Assistant Professor Sam Kendrick is making an immediate impact in the Department of Sociology through innovative teaching and groundbreaking research on gender, intimacy, and social change.

This academic year, Kendrick launched two new gender-focused courses—an undergraduate course on Sexualities and the department’s first graduate seminar on the Sociology of Gender. These courses fill a crucial gap in the curriculum, offering students at all levels new opportunities to critically engage with questions of gender, sexuality, and inequality. Both courses have been met with enthusiastic response from students, and Kendrick hopes to add them permanently to the department’s catalog.

Kendrick’s current book project, Love in the Time of COVID: The Pandemic’s Unsettling of Gendered Dating, explores how the COVID-19 pandemic disrupted US dating culture and reshaped gender power dynamics. 

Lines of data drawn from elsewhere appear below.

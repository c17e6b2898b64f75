package scan

import (
	"math"
	"slices"
	"sync"
)

// The sequential gridding and outlier test as they were before the
// stage was split between processors: the oracle the parallel code must
// match bit for bit.

// localOutliersSeq is LocalOutliers, one pass over the samples at a time.
func localOutliersSeq(x, y, z []float64, spacingM, k float64) (out []bool, sigmaM float64) {
	n := len(z)
	out = make([]bool, n)
	if n == 0 || math.IsInf(k, 1) {
		return out, 0
	}
	cutoff := max(OutlierCutoffM, outlierCutoffSpacings*spacingM)
	g := newRefGridSeq(x, y, cutoff/refCellsPerCutoff)
	nc := g.nx * g.ny
	cellOf := make([]int32, n)
	for i := range n {
		cellOf[i] = int32(g.cell(x[i], y[i]))
	}
	byCell, cellStart := samplesByCellSeq(cellOf, nc)
	f := refStartSeq(g, byCell, cellStart, z)
	reg := newGaussRegression(g.nx, g.ny, refCellsPerCutoff, 1)
	w := make([]float64, nc)
	wz := make([]float64, nc)
	res := make([]float64, n)
	fNew := make([]float64, nc)
	has := func(q int) bool { return true }
	sigma := 0.0
	for it := 0; it < outlierMaxIter; it++ {
		residuals(g, f, x, y, z, res)
		sigma = max(madToSigma*madOf(res), outlierSigmaFloorM)
		c := BiweightC / madToSigma * sigma
		if it == 0 {
			c *= 2 // the median start is rougher than a fit
		}
		clear(w)
		clear(wz)
		for i := range n {
			q := cellOf[i]
			if math.IsNaN(res[i]) || math.IsNaN(f[q]) {
				continue
			}
			bw := biweight(res[i], c)
			if bw == 0 {
				continue
			}
			w[q] += bw
			wz[q] += bw * (res[i] + f[q])
		}
		for q := range nc {
			if w[q] > 0 {
				wz[q] /= w[q]
			}
		}
		for q := range fNew {
			fNew[q] = nan
		}
		reg.apply(w, wz, fNew, has)
		moved := 0.0
		for q := range nc {
			if math.IsNaN(fNew[q]) {
				continue
			}
			if !math.IsNaN(f[q]) {
				moved = max(moved, math.Abs(fNew[q]-f[q]))
			} else {
				moved = math.Inf(1)
			}
		}
		f, fNew = fNew, f
		if moved < 0.25*sigma {
			break
		}
	}
	residuals(g, f, x, y, z, res)
	sigma = max(madToSigma*madOf(res), outlierSigmaFloorM)
	// The local scale: the 7×7-cell median of the cells' median |r|.
	// Where the reference cannot follow the form (a kink, a sharp bend)
	// most residuals around grow and so does the limit; isolated spikes
	// and streaks are too few to move a median.
	// res becomes |r| in place (0 for NaN, which no limit exceeds either).
	abs := res
	for i, r := range res {
		abs[i] = math.Abs(r)
		if math.IsNaN(r) {
			abs[i] = 0
		}
	}
	local := refStartSeq(g, byCell, cellStart, abs)
	for i, a := range abs {
		s := sigma
		if v := local[cellOf[i]]; !math.IsNaN(v) {
			s = max(s, madToSigma*v)
		}
		out[i] = a > k*s
	}
	return out, sigma
}

// samplesByCell returns the sample indices sorted by cell, each cell's in
// index order: cell q's are byCell[start[q]:start[q+1]].
func samplesByCellSeq(cellOf []int32, nc int) (byCell, start []int32) {
	start = make([]int32, nc+1)
	for _, q := range cellOf {
		start[q+1]++
	}
	for q := range nc {
		start[q+1] += start[q]
	}
	byCell = make([]int32, len(cellOf))
	fill := append([]int32(nil), start[:nc]...)
	for i, q := range cellOf {
		byCell[fill[q]] = int32(i)
		fill[q]++
	}
	return byCell, start
}

// newRefGridSeq is newRefGrid in one pass.
func newRefGridSeq(x, y []float64, h float64) refGrid {
	xmin, xmax, ymin, ymax := math.Inf(1), math.Inf(-1), math.Inf(1), math.Inf(-1)
	for i := range x {
		xmin, xmax = min(xmin, x[i]), max(xmax, x[i])
		ymin, ymax = min(ymin, y[i]), max(ymax, y[i])
	}
	g := refGrid{h: h, x0: xmin, y0: ymin}
	g.nx = int(math.Ceil((xmax-xmin)/h)) + 2
	g.ny = int(math.Ceil((ymax-ymin)/h)) + 2
	return g
}

// refStartSeq is refStart with the heights gathered first.
func refStartSeq(g refGrid, byCell, start []int32, z []float64) []float64 {
	nc := g.nx * g.ny
	zs := make([]float64, len(z))
	for k, i := range byCell {
		zs[k] = z[i]
	}
	// Each cell's samples are its own slice of zs: the rows of cells are
	// split between the workers with no effect on the result.
	med := make([]float64, nc)
	parallelRows(g.ny, func(j0, j1 int) {
		for q := j0 * g.nx; q < j1*g.nx; q++ {
			if a := zs[start[q]:start[q+1]]; len(a) > 0 {
				med[q] = medianInPlace(a)
			} else {
				med[q] = nan
			}
		}
	})
	f := make([]float64, nc)
	parallelRows(g.ny, func(j0, j1 int) {
		buf := make([]float64, 0, (2*refMedianHalf+1)*(2*refMedianHalf+1))
		for j := j0; j < j1; j++ {
			for i := range g.nx {
				buf = buf[:0]
				for dj := -refMedianHalf; dj <= refMedianHalf; dj++ {
					jj := j + dj
					if jj < 0 || jj >= g.ny {
						continue
					}
					for di := -refMedianHalf; di <= refMedianHalf; di++ {
						ii := i + di
						if ii < 0 || ii >= g.nx {
							continue
						}
						if v := med[jj*g.nx+ii]; !math.IsNaN(v) {
							buf = append(buf, v)
						}
					}
				}
				if len(buf) == 0 {
					f[j*g.nx+i] = nan
					continue
				}
				f[j*g.nx+i] = medianInPlace(buf)
			}
		}
	})
	return f
}

// binCloudSeq is binCloud with the heights gathered first.
func binCloudSeq(s *Surface, base, have []bool, sm samples) {
	n := s.Nx * s.Ny
	cellOf := make([]int32, len(sm.z))
	parallelRows(len(sm.z), func(i0, i1 int) {
		for i := i0; i < i1; i++ {
			q := gridIndex(s, sm.x[i], sm.y[i])
			if q < 0 || !base[q] {
				q = -1
			}
			cellOf[i] = int32(q)
		}
	})
	start := make([]int32, n+1)
	for _, q := range cellOf {
		if q >= 0 {
			start[q+1]++
		}
	}
	for q := range n {
		start[q+1] += start[q]
	}
	zs := make([]float64, start[n])
	fill := append([]int32(nil), start[:n]...)
	for i, z := range sm.z {
		if q := cellOf[i]; q >= 0 {
			zs[fill[q]] = z
			fill[q]++
		}
	}
	// Each cell's heights are its own slice of zs: rows of cells at once.
	parallelRows(s.Ny, func(j0, j1 int) {
		for q := j0 * s.Nx; q < j1*s.Nx; q++ {
			if a := zs[start[q]:start[q+1]]; len(a) > 0 {
				s.ZM[q] = medianInPlace(a)
				have[q] = true
			}
		}
	})
}

// measureCoverageSeq is measureCoverage searching every cell among all points.
func measureCoverageSeq(s *Surface, x, y []float64, r float64, sp Spacing) Coverage {
	var cv Coverage
	if len(x) == 0 {
		cv.RimSectorsMissing = make([]int, RimSectors)
		for k := range cv.RimSectorsMissing {
			cv.RimSectorsMissing[k] = k
		}
		cv.LargestHoleM = 2 * r
		return cv
	}
	reach := CoverageSpacings * sp.P90M
	if !(reach > 0) {
		reach = s.CellM
	}
	idx := newPointIndexSeq(x, y, max(reach, s.CellM))
	n := s.Nx * s.Ny
	seed := make([]bool, n)
	for i := range x {
		if q := gridIndex(s, x[i], y[i]); q >= 0 {
			seed[q] = true
		}
	}
	// Rows of cells are counted at once; integer counts add up the same
	// in any order.
	var mu sync.Mutex
	nBase, nCov := 0, 0
	parallelRows(s.Ny, func(j0, j1 int) {
		nb, nc := 0, 0
		for q := j0 * s.Nx; q < j1*s.Nx; q++ {
			if s.State[q] == Outside {
				continue
			}
			nb++
			if seed[q] && reach >= s.CellM*math.Sqrt2/2 {
				nc++
				continue
			}
			cx, cy := s.X(q%s.Nx), s.Y(q/s.Nx)
			if idx.anyWithin(x, y, cx, cy, reach) {
				nc++
			}
		}
		mu.Lock()
		nBase, nCov = nBase+nb, nCov+nc
		mu.Unlock()
	})
	if nBase > 0 {
		cv.CoveragePct = 100 * float64(nCov) / float64(nBase)
	}
	cv.LargestHoleM = largestHole(s, seed, r)
	cv.RimCompletenessPct, cv.RimSectorsMissing = rimCompletenessSeq(x, y, r, sp.MedianM)
	return cv
}

// newPointIndexSeq is newPointIndex, sorting in one pass.
func newPointIndexSeq(x, y []float64, h float64) *pointIndex {
	p := &pointIndex{h: h}
	xmin, xmax, ymin, ymax := math.Inf(1), math.Inf(-1), math.Inf(1), math.Inf(-1)
	for i := range x {
		xmin, xmax = min(xmin, x[i]), max(xmax, x[i])
		ymin, ymax = min(ymin, y[i]), max(ymax, y[i])
	}
	if len(x) == 0 {
		xmin, xmax, ymin, ymax = 0, 0, 0, 0
	}
	p.x0, p.y0 = xmin, ymin
	p.nx = int((xmax-xmin)/h) + 1
	p.ny = int((ymax-ymin)/h) + 1
	nb := p.nx * p.ny
	p.start = make([]int32, nb+1)
	key := make([]int32, len(x))
	for i := range x {
		key[i] = int32(p.bucket(x[i], y[i]))
		p.start[key[i]+1]++
	}
	for b := range nb {
		p.start[b+1] += p.start[b]
	}
	fill := append([]int32(nil), p.start[:nb]...)
	p.ids = make([]int32, len(x))
	for i, b := range key {
		p.ids[fill[b]] = int32(i)
		fill[b]++
	}
	return p
}

// rimCompletenessSeq is rimCompleteness in one pass.
func rimCompletenessSeq(x, y []float64, r, spacingM float64) (float64, []int) {
	band := max(rimBandSpacings*spacingM, rimBandMinM)
	band = min(band, r)
	count := make([]int, RimSectors)
	inner := r - band
	// A point clearly inside the band's inner circle (by far more than
	// rounding) needs no exact radius.
	clearIn := inner * inner * (1 - 1e-9)
	for i := range x {
		if x[i]*x[i]+y[i]*y[i] < clearIn {
			continue
		}
		rr := math.Hypot(x[i], y[i])
		if rr < inner || rr > r*(1+1e-9) {
			continue
		}
		a := math.Atan2(y[i], x[i])
		if a < 0 {
			a += 2 * math.Pi
		}
		k := min(int(a/(2*math.Pi)*RimSectors), RimSectors-1)
		count[k]++
	}
	need := 1.0
	if spacingM > 0 {
		area := math.Pi * (r*r - inner*inner) / RimSectors
		need = max(1, rimSectorFill*area/(spacingM*spacingM))
	}
	var missing []int
	for k, c := range count {
		if float64(c) < need {
			missing = append(missing, k)
		}
	}
	pct := 100 * float64(RimSectors-len(missing)) / RimSectors
	return pct, slices.Clip(missing)
}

Drawing on a longitudinal qualitative dataset of over 150 interviews with 103 participants conducted between 2020 and 2025, her work illuminates how crises can reconfigure norms of intimacy, masculinity, and femininity. Two manuscripts from this project are currently under review. One examines how the pandemic expanded women’s “strategies of empowered action” in dating, while the other explores how men navigated shifting norms—oscillating between patriarchal retrenchment and self-reflective transformation.

In addition to her book project, Kendrick co-authored a chapter with Professor Joane Nagel, “Gender, Climate Change, and the Production of Scientific Knowledge,” published in the Research Handbook on the Sociology of Knowledge (2025).

Through her teaching and research, Kendrick continues to expand the department’s engagement with critical gender studies, while offering students vital tools for understanding how culture, crisis, and inequality intersect in everyday life.